La fabricante milagrosa – Capítulo 1874 – 1874 Intenciones para ir al aeropuerto
1874 Intenciones para ir al aeropuerto
Meng Jue se dio cuenta de que había reaccionado con demasiada fuerza, por lo que se aclaró la garganta y explicó rápidamente: «Lo que quise decir es que si el paquete aún no se ha cargado en el avión, puedo intentar evitar que se vaya».
Para un hacker de clase mundial, siempre que hubiera una conexión a Internet, podía lograr muchas cosas.
Podría enviar interferencias o cambiar los comandos de ruta.
Por supuesto, también necesitaba buena fortuna. De lo contrario, los policías podrían invitarlo a tomar una taza de té.
Meng Jue agregó. «Solo una mirada.»
Su voz sonaba mansa y lamentable, lo que hacía difícil rechazar su pedido.
Aunque Huo Yao no pudo empatizar con Meng Jue, hizo una breve pausa y dijo: “Espera. Dejame preguntar.»
En el momento en que Meng Jue escuchó lo que ella dijo, rápidamente dijo: “Está bien. Bien.»
Después de colgar el teléfono, Huo Yao se volvió para llamar a Zhuo Yun, quien estaba a cargo del envío.
Cuando obtuvo las respuestas, llamó a Meng Jue y le pidió que fuera directamente al aeropuerto.
Huo Yao guardó su teléfono y volvió a mirar por la ventana del auto. Ella contempló brevemente y se volvió hacia Min Yu. «Después de que terminemos aquí, devuélveme la pieza de jade blanco que me dio la abuela».
A juzgar por la reacción de la tía Tong después de ver el jade negro, el proyecto secreto de Mirage Base parecía tener algo que ver con ambas piezas de jade.
Necesitaba hacer un viaje de regreso al clan.
Min Yu levantó la cabeza y miró por el espejo retrovisor con calma. «Bueno.»

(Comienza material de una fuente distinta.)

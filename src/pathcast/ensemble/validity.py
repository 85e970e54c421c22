"""Numbers of an ensemble file that make sense, and sampled values the scenario accepts.

Checked by :func:`pathcast.ensemble.spec.load_ensemble` (so by ``pathcast check`` and ``pathcast ensemble`` before
anything is solved or written), each failure one located sentence naming the ensemble file, the input and the value:

1. :func:`check_numbers` -- before the schema: every number of the file is finite (no ``.inf``, ``.nan``, ``inf``),
   also the number at the start of a quantity such as ``"900 USD/kW"``; every number under ``inputs`` and
   ``reference_budget_mt`` has a magnitude of at most :data:`PLAUSIBLE_LIMIT` (1e12) in the unit it is written in. A
   larger value is a slip (1e300 for a cost), not a study: common practice, no source.
2. :func:`check_ranges` -- after the schema, for every input, the values it can take:

   * bounded distributions by their bounds -- uniform and triangular ``low`` and ``high``, a normal's truncation
     ``low`` / ``high`` when given -- and every listed value of ``values`` or a ``choice``;
   * unbounded ones (normal without truncation on a side, lognormal) by the smallest and largest value the design
     actually samples (Latin hypercube, grid levels or tornado quantiles), which depend on the seed and the design.

   For each such value: a multiplier must be >= 0 (a negative one would flip the sign of a quantity; give negative
   values with ``as: absolute``); the field's value it makes (the base value times the multiplier, or the value
   itself) must be finite and of magnitude at most :data:`PLAUSIBLE_LIMIT`, as written and in the field's own unit
   once validated; and the base scenario with that one value must pass the scenario's own validation
   (:func:`pathcast.scenario.loader.load_scenario_mapping`, then the plausibility bounds of
   :func:`pathcast.scenario.plausibility.check_inputs` that ``pathcast run`` applies), whose rule the sentence
   quotes. The base scenario itself is checked the same way first, so its own faults name its file. The field rules are
   ranges, so checking the extremes covers every member's value of that input.

   Decision: a value outside the range fails the whole run at check time (exit 2, nothing solved or written), rather
   than marking members failed: a distribution that reaches outside its field's range would otherwise be cut off
   silently by the members left out of the statistics. Truncate a normal with ``low`` / ``high``, or choose bounds
   inside the range.
3. :func:`member_error` -- combinations of inputs that break a rule between fields (each value valid alone) are only
   found when a member is validated before its solve, in the worker. That member is marked failed (the others go on)
   with one located sentence naming the ensemble file, the input labels, the sampled values and the scenario's rule.
"""

from __future__ import annotations

import copy
import math
import re
from collections.abc import Iterable
from pathlib import Path
from typing import Any

from ..errors import ScenarioError
from ..scenario.inputs import prepare_inputs
from ..scenario.loader import load_scenario_mapping, value_at
from ..scenario.plausibility import check_inputs

__all__ = [
    "PLAUSIBLE_LIMIT",
    "check_numbers",
    "check_ranges",
    "member_error",
    "scenario_rule",
    "leading_number",
]

PLAUSIBLE_LIMIT = 1e12  # largest magnitude of any number of an ensemble file or a member's field; no source
_LEADING = re.compile(
    r"^\s*([-+]?(?:inf(?:inity)?|nan|(?:\d+\.?\d*|\.\d+)(?:[eE][-+]?\d+)?))(?![A-Za-z0-9_.])", re.IGNORECASE
)
_NON_NUMERIC_KEYS = {"path", "as", "distribution"}  # strings under inputs.<label> that are not values


def leading_number(value: Any) -> float | None:
    """The number a value holds: itself (int or float, not bool), the number at the start of a string such as
    '900 USD/kW', 'inf' or '1e300'; None for anything else."""
    if isinstance(value, bool):
        return None
    if isinstance(value, int | float):
        return float(value) if not isinstance(value, int) or abs(value) < 1e308 else math.inf
    if isinstance(value, str):
        match = _LEADING.match(value)
        if match:
            return float(match.group(1))
    return None


def _shown(value: Any) -> str:
    text = repr(value)
    return text if len(text) <= 80 else text[:77] + "..."


def _where(loc: Iterable) -> str:
    return ".".join(str(p) for p in loc)


def _number_problem(number: float) -> str | None:
    if not math.isfinite(number):
        return "a finite number"
    if abs(number) > PLAUSIBLE_LIMIT:
        return (
            f"a number of magnitude at most {PLAUSIBLE_LIMIT:g} (the plausibility bound on every value of an "
            "ensemble file, in the unit it is written in)"
        )
    return None


def check_numbers(data: Any, path: Path) -> None:
    """Refuse a number of the ensemble file that is not finite, or, under ``inputs`` and ``reference_budget_mt``,
    larger in magnitude than :data:`PLAUSIBLE_LIMIT`."""

    def walk(node: Any, loc: tuple, bounded: bool, text_counts: bool) -> None:
        if isinstance(node, dict):
            for key, value in node.items():
                inner_text = text_counts and not (len(loc) == 2 and key in _NON_NUMERIC_KEYS)
                walk(value, loc + (key,), bounded, inner_text)
            return
        if isinstance(node, list):
            for i, value in enumerate(node):
                walk(value, loc + (i,), bounded, text_counts)
            return
        if isinstance(node, str) and not text_counts:
            return
        number = leading_number(node)
        if number is None:
            return
        problem = (
            "a finite number" if not math.isfinite(number) else (_number_problem(number) if bounded else None)
        )
        if problem:
            raise ScenarioError(
                f"{path}: {_where(loc)}: got {_shown(node)}; expected {problem}.",
                file=str(path),
                field=_where(loc),
            )

    if not isinstance(data, dict):
        return
    for key, value in data.items():
        under_inputs = key == "inputs"
        walk(value, (key,), bounded=under_inputs or key == "reference_budget_mt", text_counts=under_inputs)


def scenario_rule(error: ScenarioError) -> str:
    """What a scenario error says is expected ('a value of at least 0', ...), without its file and value."""
    message = str(error).rstrip(".")
    if "; expected " in message:
        return message.split("; expected ", 1)[1]
    return message


def _numbers_in(value: Any) -> list[float]:
    if isinstance(value, dict):
        return [n for item in value.values() for n in _numbers_in(item)]
    if isinstance(value, list):
        return [n for item in value for n in _numbers_in(item)]
    number = leading_number(value)
    return [] if number is None else [number]


def _candidates(spec, label: str, sampled: list[tuple[int, Any]]) -> list[tuple[str, Any, str]]:
    """(location in the ensemble file, value, where the value comes from) of each value to check for an input;
    ``sampled`` holds (member index, sampled value) of the members that set the input."""
    from .sampling import frozen_distribution

    item = spec.file.inputs[label]
    base = f"inputs.{label}"
    listed = getattr(item, "values", None)
    if listed is not None:
        return [(f"{base}.values.{i}", value, "a listed value") for i, value in enumerate(listed)]
    out: list[tuple[str, Any, str]] = []
    for name in ("low", "high"):
        value = getattr(item, name, None)
        if value is not None:
            out.append((f"{base}.{name}", value, f"the distribution's {name} end"))
    if frozen_distribution(item) is not None and sampled:
        smallest = min(sampled, key=lambda pair: float(pair[1]))
        largest = max(sampled, key=lambda pair: float(pair[1]))
        for (index, value), what in ((smallest, "smallest"), (largest, "largest")):
            out.append((base, float(value), f"the {what} value the design samples, member {index}"))
    return out


def _field_path(spec, label: str) -> str:
    return ".".join(str(k) for k in spec.paths[label])


def check_ranges(spec, members: list | None = None) -> None:
    """Refuse an input whose values (the bounds of a bounded distribution, every listed value, the extremes the
    design samples otherwise) fall outside its scenario field's rule (see the module's description)."""
    from .members import apply_overrides, scale_value
    from .sampling import design_members

    if members is None:
        members = design_members(spec)
    path = spec.path
    provenance, files = dict(spec.base.provenance), tuple(spec.base.files)
    for label, item in spec.file.inputs.items():
        field = _field_path(spec, label)
        sampled = [(m.index, m.samples[label]) for m in members if label in m.samples]
        checked: set[str] = set()
        for where, value, origin in _candidates(spec, label, sampled):
            if repr(value) in checked:
                continue
            checked.add(repr(value))

            hint = ""
            if where == f"inputs.{label}":  # a sampled extreme of an unbounded distribution
                hint = (
                    "; truncate the normal with 'low' and 'high'"
                    if getattr(item, "distribution", "") == "normal"
                    else "; a smaller sigma, or a bounded distribution, keeps the samples inside"
                )

            def refuse(
                expected: str, _where=where, _value=value, _origin=origin, _hint=hint
            ) -> ScenarioError:
                return ScenarioError(
                    f"{path}: {_where}: got {_shown(_value)} ({_origin}); expected {expected}{_hint}.",
                    file=str(path),
                    field=_where,
                )

            if item.apply == "multiplier":
                number = leading_number(value)
                if number is not None and not math.isfinite(number) and not math.isnan(number) and number > 0:
                    raise refuse(f"a finite multiplier (it scales {field})")
                if number is None or not math.isfinite(number) or number < 0:
                    raise refuse(
                        f"a multiplier of at least 0 (it scales {field}; a negative one would flip its sign: give "
                        "negative values with 'as: absolute')"
                    )
                field_value = scale_value(spec.base_values[label], float(number))
            else:
                field_value = value
            for number in _numbers_in(field_value):
                problem = _number_problem(number)
                if problem:
                    raise refuse(f"a value that makes {field} {problem}, not {_shown(field_value)}")
            raw = apply_overrides(copy.deepcopy(spec.base_raw), ((spec.paths[label], item.apply, value),))
            try:
                loaded = load_scenario_mapping(raw, spec.base_path, provenance=provenance, files=files)
                check_inputs(prepare_inputs(loaded.scenario), loaded)
            except ScenarioError as error:
                raise refuse(_rule_text(spec, field, error)) from None
            for number in _numbers_in(_validated_value(loaded, spec.paths[label])):
                problem = _number_problem(number)
                if problem:
                    raise refuse(
                        f"a value that makes {field} {problem}, not {number:g} in the field's own unit"
                    )


def _validated_value(loaded, keys: tuple) -> Any:
    """The field's value in the validated scenario (in the field's own unit), or None when it cannot be found."""
    try:
        dumped = loaded.scenario.model_dump(by_alias=True)
        return value_at(dumped, keys)
    except (
        Exception
    ):  # a field the schema stores elsewhere (converted into a table, renamed): checked as written
        return None


def _rule_text(spec, field: str, error: ScenarioError) -> str:
    rule = scenario_rule(error)
    where = getattr(error, "field", None) or ""
    if where and (where == field or where.startswith(field + ".") or field.startswith(where + ".")):
        return f"a value the scenario field {field} accepts: {rule}"
    shown = f"{where}: " if where else ""
    return f"a value with which the base scenario {Path(spec.base_path).name} is valid ({shown}{rule})"


def member_error(
    ensemble_file: str, input_paths: dict[str, str], samples: dict[str, Any], error: ScenarioError
) -> ScenarioError:
    """The sentence for a member whose scenario fails validation in the worker: which inputs, which sampled values,
    which rule of the scenario."""
    rule = scenario_rule(error)
    where = getattr(error, "field", None) or ""
    varied = [label for label in samples if where and input_paths.get(label) is not None]
    own = [
        label
        for label in varied
        if where == input_paths[label]
        or where.startswith(input_paths[label] + ".")
        or input_paths[label].startswith(where + ".")
    ]
    labels = own or list(samples)
    shown = " and ".join(f"inputs.{label} = {_shown(samples[label])}" for label in labels)
    target = f"field {where}" if where else "content"
    together = "" if own or len(samples) < 2 else " (a rule between fields that these values break together)"
    return ScenarioError(
        f"{ensemble_file}: the member with {shown}: got a scenario whose {target} breaks the scenario's rule; "
        f"expected {rule}{together}.",
        file=ensemble_file,
        field=where or None,
    )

Huo Yao lo reconoció y dejó el tema.
30 minutos después, llegaron al aeropuerto.
El profesor Min y el equipo arqueológico también acababan de llegar al aeropuerto. Estaban en el salón principal y todavía tenían que pasar por los controles de seguridad.
No había mucha gente dentro del salón. Huo Yao miró por encima y rápidamente los vio.
El equipo estaba formado por varias caras asiáticas, por lo que se les pudo ver de inmediato.
El profesor Min ya había recibido el mensaje de texto de su hijo. Al principio, estaba un poco desconcertado. Después de todo, su hijo tenía un temperamento frío, por lo que era imposible que Min Yu se ofreciera a despedirlo en el aeropuerto.
En el momento en que vio a Huo Yao, se dio cuenta de por qué su hijo aparecería aquí.
El profesor Min regañó a su hijo con desdén por dentro. Cuando Huo Yao se acercó, era todo sonrisas.
«Hola. Gracias por despedirme. El profesor Min agitó la mano hablando en un tono genial.
Min Yu levantó la ceja. “¿Parezco invisible para ti?”
El profesor Min pensó en la forma en que el palacio subterráneo se había derrumbado inexplicablemente y la sonrisa en su rostro se derrumbó rápidamente. Su rostro rápidamente se oscureció. «¿Crees que todos te aman o algo así?»
Min Yu se quedó sin palabras.
El profesor Min no quería hablar con él. En cambio, conversó con Huo Yao.
Min Yu suspiró suavemente por dentro. Ya podía decir que su estatus en la familia sería muy bajo.
Levantó la cabeza, miró al equipo arqueológico y desvió la mirada. Preguntó: «¿Dónde está el tío Sheng?»
Se refería al presidente Sheng. Gracias a su padre, ocasionalmente pudo interactuar con el presidente Sheng.
«Tenía una conferencia de arqueología a la que asistir en la mañana». El profesor Min levantó la mano y miró la hora. Luego, dijo: “Llamó antes. Creo que probablemente llegará pronto al aeropuerto”.
Min Yu asintió. Miró a Huo Yao. Cuando hicieron contacto visual, una mirada de complicidad pasó por sus ojos.
Desde el momento en que Huo Yao mencionó enviar a su padre al aeropuerto, supo sus intenciones.
En ese momento, dos autos se detuvieron en el área de entrega, uno tras otro. El presidente Sheng abrió la puerta del auto y se bajó del primer auto. Luego, caminó directamente hacia el vestíbulo principal del aeropuerto.